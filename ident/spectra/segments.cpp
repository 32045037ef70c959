// SPDX-License-Identifier: GPL-3.0-or-later
#include "ident/spectra/segments.h"

#include <numbers>

#include "ident/spectra/fft.h"
#include "ident/spectra/window.h"

namespace hoverwright::ident {
namespace {

Eigen::Index count_segments(Eigen::Index samples, Eigen::Index length, Eigen::Index hop) {
  return samples < length ? 0 : (samples - length) / hop + 1;
}

}  // namespace

SegmentSpectra cut_segments(const std::vector<RecordSignals>& records, Eigen::Index length) {
  SegmentSpectra spectra;
  spectra.length = length;
  spectra.hop = length / 4;
  spectra.window = hann_window(length);
  Eigen::Index total = 0;
  for (const RecordSignals& record : records)
    total += count_segments(record.output.size(), length, spectra.hop);
  RealFft fft(length);
  const bool referred = !records.empty() && records.front().excitation.size() > 0;
  spectra.output.resize(total, fft.lines());
  spectra.demand.resize(total, fft.lines());
  if (referred) {
    spectra.excitation.resize(total, fft.lines());
    spectra.excitation_slope.resize(total, fft.lines());
  }
  // d/dn (1 - cos(2πn/N))/2
  const double turn = 2.0 * std::numbers::pi / static_cast<double>(length);
  const Eigen::VectorXd slope =
      0.5 * turn *
      (turn * Eigen::VectorXd::LinSpaced(length, 0.0, static_cast<double>(length - 1))).array().sin();

  Eigen::Index row = 0;
  for (const RecordSignals& record : records) {
    const Eigen::Index count = count_segments(record.output.size(), length, spectra.hop);
    if (count == 0) {
      ++spectra.short_records;
      continue;
    }
    ++spectra.records;
    const Eigen::Index offset = (record.output.size() - length - (count - 1) * spectra.hop) / 2;
    const auto transform = [&](const Eigen::VectorXd& signal, Eigen::Index k, const Eigen::VectorXd& window,
                               Eigen::MatrixXcd& target) {
      const double mean = signal.mean();
      const auto part = signal.segment(offset + k * spectra.hop, length).array();
      target.row(row + k) = fft.transform(((part - mean) * window.array()).matrix()).transpose();
    };
    for (Eigen::Index k = 0; k < count; ++k) {
      transform(record.output, k, spectra.window, spectra.output);
      transform(record.demand, k, spectra.window, spectra.demand);
      if (referred) {
        transform(record.excitation, k, spectra.window, spectra.excitation);
        transform(record.excitation, k, slope, spectra.excitation_slope);
      }
      spectra.record.push_back(spectra.records);
    }
    row += count;
  }
  return spectra;
}

NoiseCorrelation::NoiseCorrelation(const SegmentSpectra& spectra)
    : record_(spectra.record),
      hop_over_length_(static_cast<double>(spectra.hop) / static_cast<double>(spectra.length)) {
  for (int d = 0; d <= kLines; ++d) {
    const auto entry = static_cast<std::size_t>(d);
    same_[entry] = window_correlation(spectra.window, 0, -d);
    shared_power_[entry] = static_cast<double>(record_.size()) * std::norm(same_[entry]);
  }
  for (Eigen::Index lag = 1; lag * spectra.hop < spectra.length; ++lag) {
    Overlap overlap;
    overlap.lag = lag;
    double pairs = 0.0;
    for (std::size_t k = 0; k + static_cast<std::size_t>(lag) < record_.size(); ++k) {
      pairs += record_[k] == record_[k + static_cast<std::size_t>(lag)] ? 1.0 : 0.0;
    }
    for (int d = 0; d <= kLines; ++d) {
      const auto entry = static_cast<std::size_t>(d);
      overlap.forward[entry] = window_correlation(spectra.window, lag * spectra.hop, -d);
      overlap.backward[entry] = window_correlation(spectra.window, -lag * spectra.hop, -d);
      shared_power_[entry] +=
          pairs * (std::norm(overlap.forward[entry]) + std::norm(overlap.backward[entry]));
    }
    overlaps_.push_back(overlap);
  }
}

Eigen::VectorXcd NoiseCorrelation::apply(const Eigen::Ref<const Eigen::VectorXcd>& y, Eigen::Index m,
                                         int d) const {
  const auto entry = static_cast<std::size_t>(d);
  Eigen::VectorXcd result = same_[entry] * y;
  for (const Overlap& overlap : overlaps_) {
    const std::complex<double> turn = std::polar(
        1.0, -2.0 * std::numbers::pi * static_cast<double>((m + d) * overlap.lag) * hop_over_length_);
    const std::complex<double> forward = overlap.forward[entry] * turn;
    const std::complex<double> backward = overlap.backward[entry] * std::conj(turn);
    for (Eigen::Index k = 0, l = overlap.lag; l < y.size(); ++k, ++l) {
      if (record_[static_cast<std::size_t>(k)] != record_[static_cast<std::size_t>(l)]) continue;
      result[k] += forward * y[l];
      result[l] += backward * y[k];
    }
  }
  return result;
}

std::complex<double> NoiseCorrelation::form(const Eigen::Ref<const Eigen::VectorXcd>& x,
                                            const Eigen::Ref<const Eigen::VectorXcd>& y, Eigen::Index m,
                                            int d) const {
  return x.dot(apply(y, m, d));
}

}  // namespace hoverwright::ident
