// SPDX-License-Identifier: GPL-3.0-or-later
#include "ident/spectra/error_region.h"

#include <algorithm>
#include <boost/math/distributions/fisher_f.hpp>
#include <cmath>
#include <limits>

#include "ident/failure.h"

namespace hoverwright::ident {
namespace {

double f_quantile(double degrees_of_freedom, double confidence) {
  if (!(confidence > 0.0 && confidence < 1.0)) {
    throw Failure(FailureKind::bad_input, "a confidence lies between 0 and 1", "confidence", "Use 0.95.");
  }
  if (!(degrees_of_freedom > 0.0) || !std::isfinite(degrees_of_freedom)) {
    throw Failure(FailureKind::bad_input, "an error region needs noise with degrees of freedom",
                  "degrees_of_freedom", "");
  }
  return boost::math::quantile(boost::math::fisher_f(2.0, 2.0 * degrees_of_freedom), confidence);
}

}  // namespace

// With p = a b* - F C_ab, A = |b|² - F C_bb and s = |a|² - F C_aa the inequality reads A|H|² - 2 Re(H* p) + s
// <= 0: a disc about p/A for A > 0, else the outside of a disc, a half plane or all the plane.
ErrorRegion fieller_region(std::complex<double> a, std::complex<double> b, const PairNoise& noise,
                           double degrees_of_freedom, double confidence) {
  const double f = f_quantile(degrees_of_freedom, confidence);
  const double leading = std::norm(b) - f * noise.bb;
  ErrorRegion region;
  if (leading > 0.0) {
    // Centre and radius from the estimate outward, so that small regions do not suffer from cancellation:
    // centre - Ĥ = F (Ĥ C_bb - C_ab) / A, radius² = |centre - Ĥ|² + F σ²(Ĥ) / A.
    const std::complex<double> estimate = a / b;
    const std::complex<double> offset = f * (estimate * noise.bb - noise.ab) / leading;
    region.centre = estimate + offset;
    region.radius =
        std::sqrt(std::norm(offset) + f * std::max(0.0, noise.variance_of_error(estimate)) / leading);
    const double distance = std::abs(region.centre);
    region.gain_low = std::max(0.0, distance - region.radius);
    region.gain_high = distance + region.radius;
    if (distance > region.radius) {
      region.phase_half_width_rad =
          std::asin(region.radius / distance) + std::abs(std::arg(region.centre * std::conj(estimate)));
    }
    return region;
  }
  region.bounded = false;
  region.gain_high = std::numeric_limits<double>::infinity();
  const std::complex<double> p = a * std::conj(b) - f * noise.ab;
  const double s = std::norm(a) - f * noise.aa;
  if (s > 0.0) {  // the origin is excluded: distance from it to the edge of the region
    region.gain_low = s / (std::abs(p) + std::sqrt(std::norm(p) - leading * s));
  }
  return region;
}

bool in_fieller_region(std::complex<double> truth, std::complex<double> a, std::complex<double> b,
                       const PairNoise& noise, double degrees_of_freedom, double confidence) {
  const double f = f_quantile(degrees_of_freedom, confidence);
  return std::norm(a - truth * b) <= f * noise.variance_of_error(truth);
}

}  // namespace hoverwright::ident
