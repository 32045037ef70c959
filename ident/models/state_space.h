// SPDX-License-Identifier: GPL-3.0-or-later
#pragma once

#include <Eigen/Core>

#include "ident/models/transfer_function.h"

namespace hoverwright::ident {

/// ẋ = A x + B u, y = C x + D u; the delay is kept apart.
struct StateSpace {
  Eigen::MatrixXd a, b, c, d;
  double input_delay_s = 0.0;
};

/// Controllable form of a proper transfer function with real coefficients. @throws Failure (internal_error)
/// if improper.
StateSpace state_space(const TransferFunction& transfer_function);

/// x[k+1] = A x[k] + B u[k], y[k] = C x[k] + D u[k].
struct SampledStateSpace {
  Eigen::MatrixXd a, b, c, d;
  double sample_rate_hz = 0.0;

  /// C (zI - A)⁻¹ B + D at z = exp(j2πf/rate).
  [[nodiscard]] Eigen::MatrixXcd response(double frequency_hz) const;
};

/// Exact zero-order-hold equivalent with any fraction of a sample in the input delay τ = system.input_delay_s
/// > -Δ (delay states appended; Åström & Wittenmark, Computer-Controlled Systems, ch. 2). The hold itself is
/// modelled here, so the total delay of an axis model enters as τ = delay - Δ/2; where that is negative the
/// output is taken -τ after each sample.
/// @throws Failure (bad_input) for τ <= -Δ or a rate that is not positive, (internal_error) on matrix sizes
/// that disagree.
SampledStateSpace sample_with_hold(const StateSpace& system, double sample_rate_hz);

/// Output (samples × outputs) from zero initial state for input (samples × inputs).
Eigen::MatrixXd simulate(const SampledStateSpace& system, const Eigen::Ref<const Eigen::MatrixXd>& input);

}  // namespace hoverwright::ident
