// SPDX-License-Identifier: GPL-3.0-or-later
#include <algorithm>
#include <boost/math/distributions/fisher_f.hpp>
#include <vector>

#include "ident/spectra/frequency_response.h"

namespace hoverwright::ident {
namespace {

constexpr Eigen::Index kGroup = 6;    // lines judged together
constexpr double kFalseAlarm = 0.01;  // over the whole response
constexpr double kNegligible = 0.01;  // median relative difference nobody needs to be warned of

/// Mean scaled squared difference of one group of lines over its limit.
double group_excess(const FrequencyResponse& response, const Eigen::VectorXd& scaled, Eigen::Index first,
                    Eigen::Index count) {
  // What correlated lines are worth: count² / Σ |correlation|².
  double shared = static_cast<double>(count);
  for (Eigen::Index d = 1; d <= 2; ++d) {
    const Eigen::VectorXcd& correlation = response.neighbour_correlation[static_cast<std::size_t>(d - 1)];
    if (count > d) shared += 2.0 * correlation.segment(first, count - d).squaredNorm();
  }
  const double lines = static_cast<double>(count * count) / shared;
  const double groups = std::max(1.0, static_cast<double>(response.points()) / static_cast<double>(count));
  const double noise_dof = response.degrees_of_freedom.segment(first, count).minCoeff();
  const boost::math::fisher_f distribution(2.0 * lines, 2.0 * noise_dof);
  const double limit = boost::math::quantile(boost::math::complement(distribution, kFalseAlarm / groups));
  return scaled.segment(first, count).mean() / limit;
}

/// |a - D b|² over its variance, D the direct estimate: the test stays exact where b is known poorly and a/b
/// is not normal. The direct estimate's own variance is added as if independent, which only makes the warning
/// rarer.
Eigen::VectorXd scaled_differences(const FrequencyResponse& response) {
  Eigen::VectorXd scaled = Eigen::VectorXd::Zero(response.points());
  for (Eigen::Index k = 0; k < response.points(); ++k) {
    const std::complex<double> direct = response.direct[k];
    const double variance = response.noise[static_cast<std::size_t>(k)].variance_of_error(direct) +
                            std::norm(response.b[k]) * response.direct_variance[k];
    if (variance > 0.0) scaled[k] = std::norm(response.a[k] - direct * response.b[k]) / variance;
  }
  return scaled;
}

/// Points first..last of the run of flagged groups with the largest excess.
struct FlaggedRun {
  double excess = 0.0;
  Eigen::Index first = 0, last = 0;
};

FlaggedRun largest_run(const FrequencyResponse& response) {
  const Eigen::VectorXd scaled = scaled_differences(response);
  const Eigen::Index count = std::min(kGroup, response.points());
  FlaggedRun best, current;
  for (Eigen::Index k = 0; k + count <= response.points(); ++k) {
    const double excess = group_excess(response, scaled, k, count);
    if (excess <= 1.0) {
      current.excess = 0.0;
      continue;
    }
    if (current.excess == 0.0) current.first = k;
    current.excess += excess - 1.0;
    current.last = k + count - 1;
    if (current.excess > best.excess) best = current;
  }
  return best;
}

double median(std::vector<double> values) {
  const auto middle = values.begin() + static_cast<std::ptrdiff_t>(values.size() / 2);
  std::nth_element(values.begin(), middle, values.end());
  return *middle;
}

}  // namespace

FeedbackBias find_feedback_bias(const FrequencyResponse& response) {
  FeedbackBias bias;
  if (!response.reference_based || response.points() == 0) return bias;
  const FlaggedRun run = largest_run(response);
  if (!(run.excess > 0.0)) return bias;
  std::vector<double> differences;
  for (Eigen::Index k = run.first; k <= run.last; ++k) {
    const std::complex<double> reference = response.a[k] / response.b[k];
    differences.push_back(std::abs(response.direct[k] - reference) / std::abs(reference));
  }
  const double difference = median(differences);
  if (difference < kNegligible) return bias;
  return {true, response.frequency_hz[run.first], response.frequency_hz[run.last], difference};
}

}  // namespace hoverwright::ident
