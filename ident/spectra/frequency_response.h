// SPDX-License-Identifier: GPL-3.0-or-later
#pragma once

#include <Eigen/Core>
#include <array>
#include <complex>
#include <string>
#include <vector>

namespace hoverwright::ident {

/// Covariance of the noise (n_a, n_b) of one pair: E|n_a|², E|n_b|², E[n_a conj(n_b)]; circular complex.
struct PairNoise {
  double aa = 0.0;
  double bb = 0.0;
  std::complex<double> ab{};

  /// Variance of a - H b: [1, -H] C [1, -H]*.
  [[nodiscard]] double variance_of_error(std::complex<double> response) const {
    return aa + std::norm(response) * bb - 2.0 * std::real(std::conj(response) * ab);
  }
};

/// What one stretch of flight time (about one window long) adds to the pairs: the stretches of a response sum
/// to its a and b. Lets the fit see whether the vehicle stayed the same over the flight.
struct ResponseStretch {
  int record = 0;  ///< stretches of one record are consecutive in time
  Eigen::VectorXcd a, b;
};

/// Frequency response of one axis, output over demand, Fourier convention exp(-jωt), on a rising frequency
/// grid (not quite even where an estimator places its points where the excitation's energy lies).
///
/// With an excitation r logged (`reference_based`), each point is the pair a = G_yr, b = G_ur of output and
/// demand referred to r, and the response is a/b: unbiased under feedback and disturbances (Wellstead, Int.
/// J. Control 1981; Ljung, System Identification, 2nd ed., ch. 13). Without it the pair is a = S_yu/S_uu, b =
/// 1 with noise in a only (the direct estimate): feedback biases it and `noise` does not tell.
struct FrequencyResponse {
  bool reference_based = true;
  std::string method;    ///< estimator, in words
  std::string settings;  ///< segment length, overlap, ..., in words
  int records = 0;
  double sample_rate_hz = 0.0;
  double segments = 0.0;  ///< windows averaged

  Eigen::VectorXd frequency_hz;
  Eigen::VectorXcd a;
  Eigen::VectorXcd b;
  std::vector<PairNoise> noise;
  /// Complex degrees of freedom q of `noise`: quadratic forms follow F(2, 2q).
  Eigen::VectorXd degrees_of_freedom;
  /// Correlation E[n_k conj(n_{k+d})] / sqrt(var_k var_{k+d}) of the noise of neighbouring lines, d = 1, 2.
  /// Entry k of element d-1; the last d entries are zero.
  std::array<Eigen::VectorXcd, 2> neighbour_correlation;

  /// Empty where the estimator does not split its estimate in time, and after reading from a file.
  std::vector<ResponseStretch> stretches;

  Eigen::VectorXd coherence_ry;  ///< excitation to output; empty without excitation
  Eigen::VectorXd coherence_ru;  ///< excitation to demand; empty without excitation
  Eigen::VectorXd coherence_uy;  ///< demand to output

  Eigen::VectorXcd direct;          ///< S_yu / S_uu beside it, always
  Eigen::VectorXd direct_variance;  ///< E|direct - its mean|² (its bias not included)

  /// One-sided power spectral density of the output noise (not caused by r), (output unit)²/Hz.
  Eigen::VectorXd output_noise_psd;

  [[nodiscard]] Eigen::Index points() const { return frequency_hz.size(); }
  /// Ĥ = a / b.
  [[nodiscard]] Eigen::VectorXcd response() const;
  /// E|Ĥ - H|² to first order: [1, -Ĥ] C [1, -Ĥ]* / |b|².
  [[nodiscard]] Eigen::VectorXd variance() const;
};

/// Where the direct estimate leaves the joint 95 % band of both, for the warning.
struct FeedbackBias {
  bool present = false;
  double low_hz = 0.0, high_hz = 0.0;  ///< band in which most of the excess lies
  double median_difference = 0.0;      ///< |direct - reference| / |reference| over that band
};

/// Compares direct and reference-based estimate line by line over sliding groups of lines; a group counts
/// when its mean squared, variance-scaled difference is beyond the point that one response in a hundred
/// without bias would reach somewhere. Differences below 1 % are not reported, nor anything for a direct-only
/// response.
FeedbackBias find_feedback_bias(const FrequencyResponse& response);

}  // namespace hoverwright::ident
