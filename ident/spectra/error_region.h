// SPDX-License-Identifier: GPL-3.0-or-later
#pragma once

#include <complex>
#include <optional>

#include "ident/spectra/frequency_response.h"

namespace hoverwright::ident {

/// Region of the ratio a/b at a confidence: {H : |a - H b|² <= F · [1,-H] C [1,-H]*} with F the quantile of
/// F(2, 2q) (Fieller, J. R. Stat. Soc. B 1954, for complex pairs). It is a disc in the complex plane, or
/// unbounded.
struct ErrorRegion {
  bool bounded = true;
  std::complex<double> centre{};
  double radius = 0.0;
  /// Smallest and largest gain and phase (relative to the estimate's phase) in the disc; phase is absent when
  /// the disc holds the origin.
  double gain_low = 0.0, gain_high = 0.0;
  std::optional<double> phase_half_width_rad;
};

ErrorRegion fieller_region(std::complex<double> a, std::complex<double> b, const PairNoise& noise,
                           double degrees_of_freedom, double confidence);

/// True when `truth` lies in the region (tested on the inequality itself, so it holds for unbounded regions
/// too).
bool in_fieller_region(std::complex<double> truth, std::complex<double> a, std::complex<double> b,
                       const PairNoise& noise, double degrees_of_freedom, double confidence);

}  // namespace hoverwright::ident
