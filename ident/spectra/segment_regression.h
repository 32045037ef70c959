// SPDX-License-Identifier: GPL-3.0-or-later
#pragma once

#include <Eigen/Core>
#include <vector>

#include "ident/spectra/excited_band.h"
#include "ident/spectra/frequency_response.h"
#include "ident/spectra/segments.h"

namespace hoverwright::ident {

/// Least squares over the segments, line by line: Y_k = a X_k + E_y,k and U_k = b X_k + E_u,k.
struct SegmentRegression {
  Eigen::VectorXd energy;     ///< Σ|X_k|²
  Eigen::VectorXcd a, b;      ///< slopes of output and demand
  Eigen::VectorXd inflation;  ///< g = Σ_kl X_k* X_l Γ_kl / Σ|X_k|²: variance of a slope is S_e g / Σ|X_k|²
  std::vector<PairNoise> residual;  ///< S_e = Σ Ê Ê* / tr(QΓ), unbiased for stationary noise
  Eigen::VectorXd
      degrees_of_freedom;  ///< of `residual`, by matching two moments (Satterthwaite, Biometrics Bull. 1946)
};

/// Regresses output and demand on `regressor` (segments × lines) for the lines of `band`; the other entries
/// stay zero, as do the slopes of lines without any energy. `nuisance` (empty, or as large) is taken out of
/// the residual as well, but does not touch the slopes: with the part of it orthogonal to X, normalised, and
/// X, normalised, as the columns of B, Ê = (I - B B*) E, the divisor is K - tr(B*ΓB).
SegmentRegression regress_segments(const SegmentSpectra& spectra, const Eigen::MatrixXcd& regressor,
                                   const Eigen::MatrixXcd& nuisance, const NoiseCorrelation& correlation,
                                   const LineBand& band);

/// The residual noise averaged over neighbouring lines.
struct PooledNoise {
  std::vector<PairNoise> spectrum;     ///< S_e per line
  Eigen::VectorXd degrees_of_freedom;  ///< the correlation of neighbouring lines counted
};

/// Averages over lines m-P..m+P (cut at the ends of `band`) with the smallest P that brings `wanted` degrees
/// of freedom.
PooledNoise pool_noise(const SegmentRegression& regression, const NoiseCorrelation& correlation,
                       const LineBand& band, double wanted);

}  // namespace hoverwright::ident
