// SPDX-License-Identifier: GPL-3.0-or-later
#pragma once

#include <Eigen/Core>
#include <vector>

#include "ident/spectra/frequency_response.h"

namespace hoverwright::ident {

/// Signals of one record, one length; `excitation` empty for the direct estimate.
struct RecordSignals {
  Eigen::VectorXd excitation;
  Eigen::VectorXd demand;
  Eigen::VectorXd output;
};

struct OverlappedWindowsOptions {
  double sample_rate_hz = 0.0;
  double low_hz = 0.0;   ///< lowest line kept; 0: found from the excitation's spectrum (or the resolution)
  double high_hz = 0.0;  ///< highest line kept; 0: found from the excitation's spectrum (or 0.4 of the rate)
  double segment_s = 0.0;            ///< window length; 0: chosen from the records
  int pool_degrees_of_freedom = 20;  ///< neighbouring lines are pooled until the noise has at least so many
};

/// Overlapped-window estimate (Welch, IEEE Trans. Audio Electroacoust. 1967), Hann, 75 % overlap, referred to
/// the excitation.
///
/// Model: Y_k = a R_k + E_y,k, U_k = b R_k + E_u,k over segments k of all records; a = Σ Y_k R_k* / Σ |R_k|²,
/// b alike. A point stands at the frequency where the excitation's energy in the line's main lobe lies
/// (EnergyOffset): the line itself in the middle of a sweep, up to half a line beside it at a sweep's start.
/// Lines further off are dropped. Noise: residual spectra S_e of (E_y, E_u) over segments, the first-order
/// leakage of the response taken out, overlap counted in their degrees of freedom, pooled over neighbouring
/// lines; C = S_e · Σ_kl R_k* R_l Γ_kl / (Σ|R_k|²)², where Γ is the correlation of the windowed noise between
/// segments (NoiseCorrelation); the correlation between neighbouring lines likewise. C is raised where the
/// response bends within the main lobe by more than the noise (allow_for_resolution). Direct form, without
/// excitation: a = S_yu/S_uu, b = 1, noise in a only. The mean of each record is removed. Assumes noise
/// stationary over the records and the response's memory short against the window.
/// @throws Failure (unsupported) when the records are too short for two segments or no line is excited;
/// (bad_input) on size mismatch or non-finite samples, or an impossible band.
FrequencyResponse estimate_overlapped_windows(const std::vector<RecordSignals>& records,
                                              const OverlappedWindowsOptions& options);

/// Window length in samples the estimator would choose: a fifth of the longest record, but 2.5 to 3 cycles of
/// the frequency the sweep starts from, a third of the longest record at most; without excitation an eighth
/// of the longest record, 10 s at most. Rounded so that the windows fill the record and to a multiple of four
/// that FFTW likes (no prime factor above seven).
Eigen::Index choose_segment_length(const std::vector<RecordSignals>& records,
                                   const OverlappedWindowsOptions& options);

/// Plain overlapped-window spectra (Hann, overlap of half a window rounded down, mean of the whole record
/// removed), one-sided densities (unit²/Hz), for checks and plots. Sxy = E[conj(X) Y]. @throws Failure
/// (bad_input) on unusable sizes.
struct CrossSpectra {
  Eigen::VectorXd frequency_hz;
  Eigen::VectorXd xx, yy;
  Eigen::VectorXcd xy;
  int segments = 0;
};
CrossSpectra cross_spectra(const Eigen::Ref<const Eigen::VectorXd>& x,
                           const Eigen::Ref<const Eigen::VectorXd>& y, double sample_rate_hz,
                           Eigen::Index segment_length);

}  // namespace hoverwright::ident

□ □ □

▸ Problem to work on:
Tally the lines of the listing that contain "main" and give the tally alone.

▸ Reply to the task:
2